Nothing in the entries may differ when you return them.
....
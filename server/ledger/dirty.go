package ledger

import (
	"context"
	"database/sql"
	"fmt"
	"time"

	"lapgate/pipeline"
)

// Bucket is the width of a roll-up's bucket. Quarters of an hour serve every time zone
// and shifts that start at a quarter past.
const Bucket = 15 * time.Minute

const bucketUS = int64(Bucket / time.Microsecond)

// touch marks every bucket in which a showing of this unit counts: what is its first and
// what its last showing may have changed in all of them. The row it leaves and takes away
// in attempts_issued makes two transactions over one unit go one after the other, so the
// second sees the showing of the first; it also clears an attempt that is now on record.
func touch(ctx context.Context, tx *sql.Tx, id pipeline.Identity) error {
	k := keyOf(id)
	for _, step := range []struct {
		query string
		last  any
	}{
		{`INSERT INTO attempts_issued (part, lot, unit, surface, station, purpose, attempt) VALUES ($1, $2, $3, $4, $5, $6, $7)
			ON CONFLICT (part, lot, unit, surface, station, purpose) DO UPDATE SET attempt = attempts_issued.attempt`, id.Attempt},
		{fmt.Sprintf(`INSERT INTO dirty_buckets (bucket_us, mark)
			SELECT DISTINCT counted_us - counted_us %% %d, CAST($7 AS BIGINT) FROM inspections WHERE %s ORDER BY 1
			ON CONFLICT (bucket_us) DO UPDATE SET mark = excluded.mark`, bucketUS, whereStation), newID()},
		{`DELETE FROM attempts_issued WHERE ` + whereStation + ` AND attempt <= $7`, id.Attempt},
	} {
		if _, err := tx.ExecContext(ctx, step.query, k.args(step.last)...); err != nil {
			return err
		}
	}
	return nil
}

// dirtyBucket is a bucket that waits to be recomputed.
type dirtyBucket struct{ us, mark int64 }

func (s *Store) dirty(ctx context.Context, fromUS, toUS int64) ([]dirtyBucket, error) {
	var out []dirtyBucket
	err := each(ctx, s.reader, func(r *sql.Rows) error {
		var d dirtyBucket
		err := r.Scan(&d.us, &d.mark)
		out = append(out, d)
		return err
	}, `SELECT bucket_us, mark FROM dirty_buckets WHERE bucket_us >= $1 AND bucket_us < $2 ORDER BY bucket_us`, fromUS, toUS)
	return out, err
}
....
■ Response to the exercise:
filename server/ledger/dirty.go
package ledger

import (
	"context"
	"database/sql"
	"fmt"
	"time"

	"lapgate/pipeline"
)

// Bucket is the width of a roll-up's bucket. Quarters of an hour serve every time zone
// and shifts that start at a quarter past.
const Bucket = 15 * time.Minute

const bucketUS = int64(Bucket / time.Microsecond)

// touch marks every bucket in which a showing of this unit counts: what is its first and
// what its last showing may have changed in all of them. The row it leaves and takes away
// in attempts_issued makes two transactions over one unit go one after the other, so the
// second sees the showing of the first; it also clears an attempt that is now on record.
func touch(ctx context.Context, tx *sql.Tx, id pipeline.Identity) error {
	k := keyOf(id)
	for _, step := range []struct {
		query string
		last  any
	}{
		{`INSERT INTO attempts_issued (part, lot, unit, surface, station, purpose, attempt) VALUES ($1, $2, $3, $4, $5, $6, $7)
			ON CONFLICT (part, lot, unit, surface, station, purpose) DO UPDATE SET attempt = attempts_issued.attempt`, id.Attempt},
		{fmt.Sprintf(`INSERT INTO dirty_buckets (bucket_us, mark)
			SELECT DISTINCT counted_us - counted_us %% %d, CAST($7 AS BIGINT) FROM inspections WHERE %s ORDER BY 1
			ON CONFLICT (bucket_us) DO UPDATE SET mark = excluded.mark`, bucketUS, whereStation), newID()},
		{`DELETE FROM attempts_issued WHERE ` + whereStation + ` AND attempt <= $7`, id.Attempt},
	} {
		if _, err := tx.ExecContext(ctx, step.query, k.args(step.last)...); err != nil {
			return err
		}
	}
	return nil
}

// dirtyBucket is a bucket that waits to be recomputed.
type dirtyBucket struct{ us, mark int64 }

func (s *Store) dirty(ctx context.Context, fromUS, toUS int64) ([]dirtyBucket, error) {
	var out []dirtyBucket
	err := each(ctx, s.reader, func(r *sql.Rows) error {
		var d dirtyBucket
		err := r.Scan(&d.us, &d.mark)
		out = append(out, d)
		return err
	}, `SELECT bucket_us, mark FROM dirty_buckets WHERE bucket_us >= $1 AND bucket_us < $2 ORDER BY bucket_us`, fromUS, toUS)
	return out, err
}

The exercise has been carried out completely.